NVIDIA’s Blackwell Ultra platform is redefining AI inference efficiency, offering up to 50 times better performance per watt compared to its predecessor, the Hopper architecture. This breakthrough isn’t just about raw speed—it’s a full-stack redesign that optimizes hardware, software, and system architecture to deliver dramatic cost reductions for AI workloads, particularly in low-latency and long-context applications like agentic coding assistants.

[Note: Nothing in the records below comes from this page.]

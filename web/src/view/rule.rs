//! The rules of all rivals: which variable a node is branched on, and which open node comes next.

use record::file::{BRANCHING, SELECTION};
use record::scenario::{Preset, Run};
use web_sys::{HtmlSelectElement, HtmlTextAreaElement};
use yew::prelude::*;

use crate::state::document::DocumentAction;
use crate::state::steer::Steer;
use crate::view::hands::Hands;

/// The settings that go together.
const PRESETS: [(&str, Preset); 2] =
    [("bare", Preset::Bare), ("as a production solver would", Preset::Production)];

/// What a choice does.
const ANEW: &str = "Another rule searches every rival anew.";
/// What the bare settings are.
const BARE: &str = "Bare: no presolve, propagation or general cuts. Plans come from the relaxations, their \
    roundings and, for round trips, nearest neighbour with 2-opt: they close nodes and move no bound. \
    Another choice searches every rival anew.";

/// The choices of a run.
pub(crate) fn rules(run: &Run, hands: &Hands) -> Html {
    let own = PRESETS.iter().all(|(words, _)| *words != run.mode());
    let settings = if own { "settings, changed" } else { "settings" };
    html! {
        <>
            { choice((settings, "preset", BARE), &PRESETS, run.preset, Steer::Preset, hands) }
            { choice(("branching", "rule", ANEW), &BRANCHING, run.branching, Steer::Rule, hands) }
            { choice(("next node", "next", ANEW), &SELECTION, run.selection, Steer::Next, hands) }
        </>
    }
}

/// The plan that every search begins with.
pub(crate) fn plan(text: Option<&String>, hands: &Hands) -> Html {
    let document = hands.document.clone();
    let onchange = Callback::from(move |event: Event| {
        let area: HtmlTextAreaElement = event.target_unchecked_into();
        document.dispatch(DocumentAction::Steer(Steer::Plan(area.value())));
    });
    html! {
        <label class="family" title="A round trip, x[Ash, Birch] = 1 or Milk: Depot 2 a line. What it breaks is said in each lane.">
            { "a plan to begin with" }
            <textarea data-testid="plan" rows="1" spellcheck="false" value={text.cloned().unwrap_or_default()} {onchange} />
        </label>
    }
}

/// One choice, with its name, the mark that tests find it by and what it does.
fn choice<T: Copy + PartialEq + 'static>(
    (name, mark, title): (&'static str, &'static str, &'static str),
    known: &'static [(&'static str, T)],
    used: T,
    steer: fn(T) -> Steer,
    hands: &Hands,
) -> Html {
    let document = hands.document.clone();
    let onchange = Callback::from(move |event: Event| {
        let select: HtmlSelectElement = event.target_unchecked_into();
        if let Some((_, rule)) = known.iter().find(|(words, _)| *words == select.value()) {
            document.dispatch(DocumentAction::Steer(steer(*rule)));
        }
    });
    html! {
        <label class="family" {title}>
            { name }
            <select data-testid={mark} {onchange}>
                for (words, rule) in known {
                    <option value={*words} selected={*rule == used}>{ *words }</option>
                }
            </select>
        </label>
    }
}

The GB300 NVL72 system, powered by Blackwell Ultra, achieves these gains through a combination of architectural innovations, including 1.5x higher NVFP4 compute performance and 2x faster attention processing. These improvements enable AI agents to reason across entire codebases in real time while maintaining millisecond-level responsiveness—a critical requirement for interactive workflows.

At a glance

  • 50x throughput per megawatt: Blackwell Ultra outperforms Hopper in efficiency, with the most significant gains in low-latency workloads.
  • 35x lower cost per million tokens: Real-world savings for AI inference providers, especially in agentic and coding-assistant applications.
  • 1.5x cost advantage for long-context workloads: GB300 NVL72 delivers better economics for 128,000-token inputs compared to GB200.
  • Software-hardware codesign: NVIDIA’s TensorRT-LLM, Dynamo, and NVLink optimizations unlock continuous performance improvements.
  • Production adoption: Cloud providers like Microsoft, CoreWeave, and OCI are already deploying GB300 NVL72 for agentic AI workloads.
  • Future-proofing: The Rubin platform, set to follow Blackwell Ultra, promises another 10x leap in throughput per watt for mixture-of-experts inference.

Why this matters

The shift toward agentic AI—where systems autonomously execute multi-step reasoning tasks—demands both low latency and high throughput. Traditional inference architectures struggle with the computational overhead of long-context processing, often leading to prohibitive costs or slow response times. Blackwell Ultra addresses this by rethinking memory access, kernel optimization, and inter-GPU communication. For example, NVLink Symmetric Memory allows direct GPU-to-GPU data transfer, while programmatic dependent launch reduces idle time during kernel execution.

NVIDIA’s Blackwell Ultra Shatters AI Efficiency Barriers with 50x Performance Leap

These advancements translate directly to business outcomes. AI platforms like Baseten, DeepInfra, and Together AI have already reduced their cost per token by up to 10x using Blackwell. With GB300 NVL72, that efficiency gap widens further, enabling providers to offer real-time interactive experiences at scale. The platform’s ability to handle 128,000-token inputs with 1.5x lower costs than GB200 makes it particularly compelling for coding assistants that must analyze entire codebases—a task that would otherwise be computationally infeasible.

Looking ahead

While Blackwell Ultra is already making waves, NVIDIA’s roadmap doesn’t stop here. The upcoming Rubin platform, combining six new chips into a single AI supercomputer, is poised to deliver another quantum leap. For mixture-of-experts inference, Rubin aims to achieve 10x higher throughput per megawatt, cutting token costs by another order of magnitude. This could redefine the economics of frontier AI models, which currently require massive GPU clusters for training.

The adoption of Blackwell Ultra by industry leaders signals a broader trend: AI infrastructure is evolving to meet the demands of next-generation applications. As agentic AI becomes more prevalent—driven by the surge in software-programming queries (now accounting for up to 50% of AI workloads, per OpenRouter)—the need for efficient, low-latency inference will only grow. Blackwell Ultra isn’t just an incremental upgrade; it’s a blueprint for how AI systems will scale in the coming years.